Segment Start: DATA RECORDS

"""Checks of relview.light.materials against published values, standards and colour-science."""

from __future__ import annotations

import math

import colour
import numpy as np
import pytest
from PIL import Image

from relview.light import spectrum
from relview.light.materials import (
    Blackbody,
    EmissionLines,
    Pattern,
    Reflective,
    TabulatedSpectrum,
    reflectance_basis,
    sample_texture,
)
from relview.light.spectrum import (
    observed_xyz_direct,
    planck_spectral_radiance,
    xyz_to_linear_srgb,
    xyz_to_xy,
)
from relview.scene.parts import Effects

CMFS = colour.MSDS_CMFS["CIE 1931 2 Degree Standard Observer"]
ALL_ON = Effects()


def shade(surface, d, pos=None, uv=None, effects=ALL_ON):
    d = np.atleast_1d(np.asarray(d, dtype=float))
    pos = np.zeros((d.size, 3)) if pos is None else np.asarray(pos, dtype=float)
    return surface.observed_xyz(d, pos, uv, effects)


# ---------------------------------------------------------------------------------------
# Blackbody
# ---------------------------------------------------------------------------------------


def test_blackbody_952k_head_on_at_beta_08_is_illuminant_a():
    # physics.md: beta = 0.8 head-on gives D = 3; 952 K * 3 = 2856 K, CIE illuminant A,
    # x = 0.44757, y = 0.40745 (CIE 15:2004) and colour-science's CCS_ILLUMINANTS value.
    xy = xyz_to_xy(shade(Blackbody(952.0), [3.0]))[0]
    np.testing.assert_allclose(xy, [0.44757, 0.40745], atol=1e-4)
    np.testing.assert_allclose(
        xy, colour.CCS_ILLUMINANTS["CIE 1931 2 Degree Standard Observer"]["A"], atol=1e-4
    )


@pytest.mark.parametrize("d", [1 / 3, 0.5, 1.0, 2.0, 3.0])
def test_blackbody_surface_is_blackbody_at_dt(d):
    # colour-science: sd_blackbody(D T) integrated with the CIE 1931 CMFs, k = 683 lm/W.
    # (sd_to_XYZ returns its "Range100" scale, the plain sum / 100; and the exact SI
    # radiation constants are passed instead of its CIE 15 rounded defaults.)
    import scipy.constants as sc

    t, scale = 3000.0, 0.4
    shape = colour.SpectralShape(360, 830, 1)
    sd = colour.sd_blackbody(d * t, shape, c1=2 * math.pi * sc.h * sc.c**2, c2=sc.h * sc.c / sc.k)
    ref = 100.0 * colour.sd_to_XYZ(sd, CMFS, colour.sd_ones(shape), k=683.0, method="Integration")
    got = shade(Blackbody(t, scale=scale), [d])[0]
    np.testing.assert_allclose(got, scale * ref, rtol=5e-4)  # table accuracy + trapezoid ends


def test_blackbody_tables_are_shared_across_scales_and_bodies():
    a, b = Blackbody(4321.0), Blackbody(4321.0, scale=0.5)
    assert a.table() is b.table()
    np.testing.assert_allclose(shade(b, [1.5]), 0.5 * shade(a, [1.5]), rtol=1e-12)
    assert a == Blackbody(4321.0) and hash(a) == hash(Blackbody(4321.0)) and a != b


def test_blackbody_rejects_bad_input():
    with pytest.raises(ValueError, match="temperature"):
        Blackbody(-5.0)
    with pytest.raises(ValueError, match="scale"):
        Blackbody(5000.0, scale=float("nan"))


def test_effects_none_means_all_on_and_switches_follow_the_rule():
    # Rule (docs/colour.md): XYZ_table(Dc) * (Db / Dc)^4.
    bb = Blackbody(5000.0)
    d = np.array([0.5, 2.0])
    full = shade(bb, d)
    np.testing.assert_allclose(bb.observed_xyz(d, np.zeros((2, 3)), None, None), full)
    rest = shade(bb, [1.0])
    off = Effects(doppler=False, beaming=False)
    np.testing.assert_allclose(shade(bb, d, effects=off), np.repeat(rest, 2, 0), rtol=1e-9)
    colour_only = Effects(beaming=False)
    np.testing.assert_allclose(shade(bb, d, effects=colour_only), full / d[:, None] ** 4, rtol=1e-9)


# ---------------------------------------------------------------------------------------
# Emission lines
# ---------------------------------------------------------------------------------------


def test_emission_line_profile_integrates_to_its_radiance():
    lines = EmissionLines([(656.28, 2.0, 3.0), (486.13, 0.5, 1.5)])
    w = np.linspace(400, 750, 350001)
    total = np.trapezoid(lines.spectral_radiance(w), w)
    assert total == pytest.approx(4.5, rel=1e-9)
    # FWHM: half maximum at centre +- fwhm/2 (definition of the full width at half maximum)
    single = EmissionLines([(600.0, 4.0, 1.0)])
    peak = single.spectral_radiance(600.0)
    assert single.spectral_radiance(602.0) == pytest.approx(peak / 2, rel=1e-12)


@pytest.mark.parametrize("lam0, d", [(656.28, 1.0), (1312.56, 2.0), (400.0, 0.8), (2000.0, 4.0)])
def test_emission_line_lands_on_spectral_locus(lam0, d):
    # A line at lam0 seen with D appears at lam0 / D on the CIE 1931 spectral locus
    # (colour-science XYZ_to_xy of the CMF there); luminance D^4 K_m ybar R (total D^4).
    radiance = 2.0
    got = shade(EmissionLines([(lam0, 0.01, radiance)]), [d])[0]
    cmf = CMFS[lam0 / d]
    np.testing.assert_allclose(xyz_to_xy(got), colour.XYZ_to_xy(cmf), atol=3e-4)
    assert got[1] == pytest.approx(d**4 * 683.0 * radiance * cmf[1], rel=3e-3)


def test_emission_line_outside_the_visible_is_dark_until_shifted_in():
    ir = EmissionLines([(2000.0, 5.0, 1.0)])
    assert np.all(shade(ir, [1.0]) == 0.0)
    assert shade(ir, [4.0])[0, 1] > 0.0


def test_emission_lines_reject_bad_input():
    with pytest.raises(ValueError, match="fwhm"):
        EmissionLines([(500.0, 0.0, 1.0)])
    with pytest.raises(ValueError, match="line 1"):
        EmissionLines([(500.0, 1.0, 1.0), (500.0, 1.0)])
    with pytest.raises(ValueError, match="at least one"):
        EmissionLines([])


# ---------------------------------------------------------------------------------------
# Tabulated spectra
# ---------------------------------------------------------------------------------------


def test_tabulated_blackbody_matches_planck():
    # A table that samples Planck's law densely over the range a D = 1.5 shift needs gives
    # the blackbody's observed XYZ (independent: direct integration of Planck).
    w = np.linspace(300.0, 1400.0, 2201)
    tab = TabulatedSpectrum(w, planck_spectral_radiance(w, 3500.0), name="bb3500")
    for d in (1.0, 1.5, 0.9):
        ref = observed_xyz_direct(lambda x: planck_spectral_radiance(x, 3500.0), [d])[0]
        np.testing.assert_allclose(shade(tab, [d])[0], ref, rtol=2e-3)


def test_tabulated_spectrum_is_zero_outside_its_table():
    tab = TabulatedSpectrum([500.0, 510.0, 520.0], [0.0, 1.0, 0.0], name="bump")
    assert tab.spectral_radiance(499.0) == 0.0 and tab.spectral_radiance(1e4) == 0.0
    assert tab.spectral_radiance(505.0) == pytest.approx(0.5)
    # shifted entirely beyond 830 nm (D = 0.5 -> seen at 1000-1040 nm): black
    assert np.all(shade(tab, [0.5]) == 0.0)


def test_from_csv_reads_header_comments_and_separators(tmp_path):
    p = tmp_path / "lamp.csv"
    p.write_text("# measured\nwavelength_nm, radiance\n400, 0.1\n500 , 0.5\n\n600,0.2\n")
    tab = TabulatedSpectrum.from_csv(p)
    np.testing.assert_allclose(tab.wavelength_nm, [400, 500, 600])
    np.testing.assert_allclose(tab.radiance, [0.1, 0.5, 0.2])
    q = tmp_path / "lamp.txt"
    q.write_text("400\t0.1\n500\t0.5\n600\t0.2\n")
    np.testing.assert_allclose(shade(TabulatedSpectrum.from_csv(q), [1.0]), shade(tab, [1.0]))


@pytest.mark.parametrize(
    "text, message",
    [
        ("nm,W\n400,0.1\n500,abc\n", "line 3"),
        ("400,0.1\n500,0.2,7\n", "line 2: expected 2 columns"),
        ("400,0.1\n390,0.2\n", "line 2: wavelengths must increase"),
        ("400,0.1\n500,-1\n", "line 2: radiance must be >= 0"),
        ("nm,W\n400,1\n", "at least 2 data rows"),
    ],
)
def test_from_csv_errors_name_file_and_line(tmp_path, text, message):
    p = tmp_path / "bad.csv"
    p.write_text(text)
    with pytest.raises(ValueError, match=message) as err:
        TabulatedSpectrum.from_csv(p)
    assert "bad.csv" in str(err.value)


def test_from_csv_missing_file(tmp_path):
    with pytest.raises(ValueError, match="nothere.csv"):
        TabulatedSpectrum.from_csv(tmp_path / "nothere.csv")


# ---------------------------------------------------------------------------------------
# Reflective
# ---------------------------------------------------------------------------------------

ROUND_TRIP_TOLERANCE = 2e-3  # linear sRGB, absolute; measured worst 1.26e-3 (docs/colour.md)


def test_rgb_round_trip_under_d65():
    # Mallett & Yuksel (2019) basis under D65 renders back to the input rgb. Sources of the
    # residual: linear instead of Sprague interpolation of the 5 nm basis, and the D65
    # spectrum's own chromaticity (0.31272, 0.32903) vs the sRGB white (0.3127, 0.3290).
    rng = np.random.default_rng(7)
    colours = np.vstack([rng.uniform(0, 1, (40, 3)), np.eye(3), [[1, 1, 1], [0, 0, 0]]])
    worst = 0.0
    for rgb in colours:
        xyz = shade(Reflective(tuple(rgb), lamp="D65", luminance=80.0), [1.0])[0]
        back = xyz_to_linear_srgb(xyz / 80.0)
        worst = max(worst, float(np.abs(back - rgb).max()))
    assert worst < ROUND_TRIP_TOLERANCE


def test_reflectance_matches_colour_science_mallett2019():
    # colour.recovery.RGB_to_sd_Mallett2019 on its own 5 nm grid
    rgb = np.array([0.7, 0.2, 0.4])
    sd = colour.recovery.RGB_to_sd_Mallett2019(rgb)
    np.testing.assert_allclose(reflectance_basis(sd.wavelengths) @ rgb, sd.values, atol=1e-12)


def test_reflectance_outside_380_780_is_held_constant():
    # Declared extension rule (docs/colour.md): each basis keeps its end value.
    b = reflectance_basis(np.array([100.0, 380.0, 780.0, 5000.0]))
    np.testing.assert_allclose(b[0], b[1])
    np.testing.assert_allclose(b[3], b[2])


def test_white_reflector_has_the_lamp_luminance_and_chromaticity():
    # Normalisation: a perfect white reflector at rest shows `luminance` cd/m^2 and the
    # lamp's chromaticity. D65: x = 0.31272, y = 0.32903 (CIE 15:2004, 2 degree);
    # a 2856 K lamp: illuminant A, x = 0.44757, y = 0.40745 (CIE 15:2004).
    d65 = shade(Reflective((1, 1, 1), lamp="D65", luminance=250.0), [1.0])[0]
    assert d65[1] == pytest.approx(250.0, rel=1e-4)
    np.testing.assert_allclose(xyz_to_xy(d65), [0.31272, 0.32903], atol=1e-4)
    a = shade(Reflective((1, 1, 1), lamp=2856.0, luminance=10.0), [1.0])[0]
    assert a[1] == pytest.approx(10.0, rel=1e-4)
    np.testing.assert_allclose(xyz_to_xy(a), [0.44757, 0.40745], atol=1.5e-4)


def test_reflective_under_blackbody_lamp_shifts_like_a_blackbody():
    # A grey reflector under a T lamp reflects a scaled Planck spectrum; with D it is seen
    # as a blackbody at D T (physics.md). Grey: the basis sums to 1 (to 1e-5).
    lamp_t = 3000.0
    grey = Reflective((0.5, 0.5, 0.5), lamp=lamp_t, luminance=100.0)
    for d in (0.7, 2.0):
        xy = xyz_to_xy(shade(grey, [d]))[0]
        ref = xyz_to_xy(observed_xyz_direct(lambda w: planck_spectral_radiance(w, lamp_t), [d]))[0]
        np.testing.assert_allclose(xy, ref, atol=2e-4)


def test_d65_lamp_extension_is_continuous_and_positive():
    w_end = spectrum.D65_WAVELENGTHS_NM[[0, -1]]
    inside = spectrum.cie_d65_relative_spd(w_end)
    np.testing.assert_allclose(
        spectrum.cie_d65_relative_spd(w_end + [-1e-9, 1e-9]), inside, rtol=1e-6
    )
    far = spectrum.cie_d65_relative_spd(np.array([50.0, 2000.0, 1e5]))
    assert np.all(far > 0) and np.all(np.isfinite(far))


def test_reflective_rejects_bad_input():
    with pytest.raises(ValueError, match=r"\[0, 1\]"):
        Reflective((1.2, 0.0, 0.0))
    with pytest.raises(ValueError, match="D65"):
        Reflective((0.5, 0.5, 0.5), lamp="D50")
    with pytest.raises(ValueError, match="luminance"):
        Reflective((0.5, 0.5, 0.5), luminance=0.0)
    with pytest.raises(ValueError, match="nothere.png"):
        Reflective((0.5, 0.5, 0.5), texture="nothere.png")


def make_texture(tmp_path):
    # 2 x 2 image, sRGB-encoded 8-bit: top row red, green; bottom row blue, white
    px = np.array([[[255, 0, 0], [0, 255, 0]], [[0, 0, 255], [255, 255, 255]]], dtype=np.uint8)
    p = tmp_path / "tex.png"
    Image.fromarray(px).save(p)
    return p


def test_texture_is_sampled_at_uv_with_wrap(tmp_path):
    p = make_texture(tmp_path)
    surf = Reflective((0.5, 0.5, 0.5), texture=p)
    # texel centres: u = 0.25 / 0.75, v = 0.75 (top row) / 0.25 (bottom row)
    uv = np.array([[0.25, 0.75], [0.75, 0.75], [0.25, 0.25], [1.75, -0.75]])
    rgb = surf.colour_at(uv, 4)
    np.testing.assert_allclose(rgb, [[1, 0, 0], [0, 1, 0], [0, 0, 1], [1, 1, 1]], atol=1e-12)
    # halfway between red and green (bilinear)
    np.testing.assert_allclose(
        sample_texture(surf._texels, np.array([[0.5, 0.75]])), [[0.5, 0.5, 0]]
    )
    # the shaded texel equals an untextured surface of the same colour
    xyz = surf.observed_xyz(np.array([1.3, 1.3]), np.zeros((2, 3)), uv[:2], ALL_ON)
    np.testing.assert_allclose(xyz[0], shade(Reflective((1, 0, 0)), [1.3])[0], rtol=1e-12)
    # without uv the surface falls back to its rgb
    np.testing.assert_allclose(
        surf.observed_xyz(np.array([1.0]), np.zeros((1, 3)), None, ALL_ON),
        shade(Reflective((0.5, 0.5, 0.5)), [1.0]),
    )


def test_texture_pixels_are_decoded_from_srgb(tmp_path):
    # 8-bit sRGB value 188 decodes to ((188/255 + 0.055)/1.055)^2.4 (IEC 61966-2-1)
    p = tmp_path / "grey.png"
    Image.fromarray(np.full((1, 1, 3), 188, dtype=np.uint8)).save(p)
    rgb = Reflective(texture=p).colour_at(np.array([[0.3, 0.3]]), 1)
    np.testing.assert_allclose(rgb, ((188 / 255 + 0.055) / 1.055) ** 2.4, rtol=1e-12)


# ---------------------------------------------------------------------------------------
# Patterns
# ---------------------------------------------------------------------------------------


def test_checks_pattern_cells():
    hot, cold = Blackbody(6000.0), Blackbody(3000.0)
    pat = Pattern("checks", period=0.1, first=hot, second=cold)
    # cells centred on multiples of the period: origin in cell 0 (first)
    pos = np.array(
        [
            [0.0, 0.0, 0.0],
            [0.07, 0.0, 0.0],
            [0.07, 0.07, 0.0],
            [-0.07, 0.0, 0.0],
            [0.04, 0.04, 0.04],
            [0.5, 0.0, 0.0],
        ]
    )
    np.testing.assert_array_equal(pat.second_mask(pos), [False, True, False, True, False, True])
    xyz = pat.observed_xyz(np.full(6, 1.2), pos, None, ALL_ON)
    np.testing.assert_allclose(xyz[0], shade(hot, [1.2])[0])
    np.testing.assert_allclose(xyz[1], shade(cold, [1.2])[0])
    # only the chosen axes count
    flat = Pattern("checks", period=0.1, first=hot, second=cold, axes=(0, 1))
    assert not flat.second_mask(np.array([[0.0, 0.0, 0.07]]))[0]


def test_grid_pattern_lines():
    pat = Pattern("grid", period=1.0, line_width=0.1, axes=(0, 1))
    # lines centred on cell boundaries at half-integers, half width 0.05
    pos = np.array([[0.0, 0.0, 0], [0.46, 0.0, 0], [0.0, -0.54, 0], [0.44, 0.3, 0], [1.5, 1.5, 0]])
    np.testing.assert_array_equal(pat.second_mask(pos), [False, True, True, False, True])
    with pytest.raises(ValueError, match="line width"):
        Pattern("grid", period=0.1, line_width=0.2)
    with pytest.raises(ValueError, match="kind"):
        Pattern("stripes")
    with pytest.raises(ValueError, match="axes"):
        Pattern(axes=(0, 3))


def test_pattern_keys_and_defaults():
    a = Pattern()
    assert a.key() == Pattern().key()
    assert a.key() != Pattern(period=0.2).key()
    xyz = a.observed_xyz(np.ones(2), np.array([[0, 0, 0], [0.1, 0, 0]]), None, None)
    assert xyz[0, 1] > xyz[1, 1] > 0  # light grey first, dark grey second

Segment End: DATA RECORDS

When you reach the line in the material above that holds "assert tab.spectral_radiance(499.0) == 0.0", begin reproducing lines exactly, and stop after the line that holds "np.testing.assert_allclose(tab.radiance, [0.1, 0.5, 0.2])".

• **TASK RESULT**:
    assert tab.spectral_radiance(499.0) == 0.0 and tab.spectral_radiance(1e4) == 0.0
    assert tab.spectral_radiance(505.0) == pytest.approx(0.5)
    # shifted entirely beyond 830 nm (D = 0.5 -> seen at 1000-1040 nm): black
    assert np.all(shade(tab, [0.5]) == 0.0)


def test_from_csv_reads_header_comments_and_separators(tmp_path):
    p = tmp_path / "lamp.csv"
    p.write_text("# measured\nwavelength_nm, radiance\n400, 0.1\n500 , 0.5\n\n600,0.2\n")
    tab = TabulatedSpectrum.from_csv(p)
    np.testing.assert_allclose(tab.wavelength_nm, [400, 500, 600])
    np.testing.assert_allclose(tab.radiance, [0.1, 0.5, 0.2])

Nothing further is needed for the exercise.